Your instructions:
Reading through the lines below, count those that include the string "caught"; the answer is that number and nothing else.

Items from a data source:

========================================

"""Odd periods are flagged and left as they are; ordinary histories are not flagged.

The histories are invented; what must be flagged was put there by hand.
"""

from __future__ import annotations

from pathlib import Path

import numpy as np
import pytest

from normalize.bills import rules
from normalize.bills.flags import flag_batch
from normalize.bills.read import read_bills

pytestmark = pytest.mark.kernel
START = np.arange(36) * 30 + 18_000
WINTER = 1.0 + np.cos(2 * np.pi * (START + 15) / 365.25 - 0.3)


def history(seed: int = 1, noise: float = 0.1) -> np.ndarray:
    rng = np.random.default_rng(seed)
    return np.round((20.0 + 60.0 * WINTER) * np.exp(noise * rng.normal(size=36)), 2)


def flags(use: np.ndarray) -> list[set[str]]:
    bits = flag_batch(START, START + 30, use, [0, len(use)])
    return [{rules.FLAGS[b][0] for b in rules.FLAGS if int(k) & b} for k in bits]


def test_an_ordinary_history_has_no_flags() -> None:
    odd = sum(any(flags(history(seed))) for seed in range(200))
    assert odd <= 4  # 200 histories; the sway alone is set to err in well under 2 %


@pytest.mark.parametrize(("factor", "at"), [(10, 14), (0.1, 20), (100, 7)])
def test_one_bill_with_a_wrong_multiplier(factor: float, at: int) -> None:
    use = np.full(36, 50.0) + np.arange(36) % 7
    use[at] *= factor
    found = flags(use)
    assert "multiplier" in found[at]
    assert not any("multiplier" in f for k, f in enumerate(found) if k != at)


def test_a_multiplier_that_stays() -> None:
    use = history(noise=0.03)
    use[20:] *= 10
    found = flags(use)
    assert all("multiplier" in found[k] for k in range(21, 32))
    assert not any("multiplier" in f for f in found[:19])


def test_repeated_numbers_zero_use_and_an_empty_house() -> None:
    use = history()
    use[4:7] = 55.0
    use[25:28] = [3.0, 2.0, 0.0]
    found = flags(use)
    assert all("repeated number" in found[k] for k in (4, 5, 6))
    assert "zero use" in found[27]
    assert all("empty house" in found[k] for k in (25, 26, 27))


def test_guessed_readings_sway() -> None:
    caught = 0
    for seed in range(50):
        use = history(seed, noise=0.03)
        error = np.random.default_rng(seed + 999).normal(size=36) * 15.0
        error[1::2] = 0.0  # every other reading is a guess; its error comes back in the next
        use = use + error - np.concatenate([[0.0], error[:-1]])
        caught += any("alternating" in f for f in flags(use))
    assert caught >= 15  # regression, not truth


def test_flags_are_the_same_in_a_batch() -> None:
    many = [history(seed) for seed in range(5)]
    many[2][25:28] = 1.0
    one = np.concatenate([flag_batch(START, START + 30, u, [0, 36]) for u in many])
    batch = flag_batch(
        np.tile(START, 5), np.tile(START + 30, 5), np.concatenate(many), np.arange(6) * 36
    )
    assert batch.tolist() == one.tolist()


def test_flags_reach_the_bills(tmp_path: Path) -> None:
    file = tmp_path / "gas.csv"
    file.write_text(
        "Read date,Therms\n2023-01-01,1\n2023-02-01,40\n2023-03-01,400\n2023-04-01,39\n"
        "2023-05-01,0\n"
    )
    bills = read_bills(file)
    assert [(f.period, f.what) for f in bills.flags] == [(2, "multiplier"), (4, "zero use")]
    assert any(c.startswith("Period 4: no use at all") for c in bills.cautions)
    assert bills.periods.use.tolist() == [40.0, 400.0, 39.0, 0.0]


def test_solar_by_its_summers(tmp_path: Path) -> None:
    lines = ["Read date,kWh", "2022-01-01,1"]
    per_month = [700, 600, 400, 30, 10, 5, 8, 20, 150, 300, 500, 700]
    lines += [f"2022-{m + 2:02}-01,{u}" for m, u in enumerate(per_month[:-1])]
    file = tmp_path / "power.csv"
    file.write_text("\n".join(lines))
    assert "sunny months" in read_bills(file).unfit
    file.write_text("\n".join(lines).replace("kWh", "therms"))
    assert read_bills(file).unfit == ""  # gas does vanish in summer
    file.write_text("Read date,kWh\n2022-01-01,1\n2022-02-01,90\n2022-03-01,-9\n")
    assert "sent to the grid" in read_bills(file, net_metered=True).unfit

========================================

Reply to the task:
3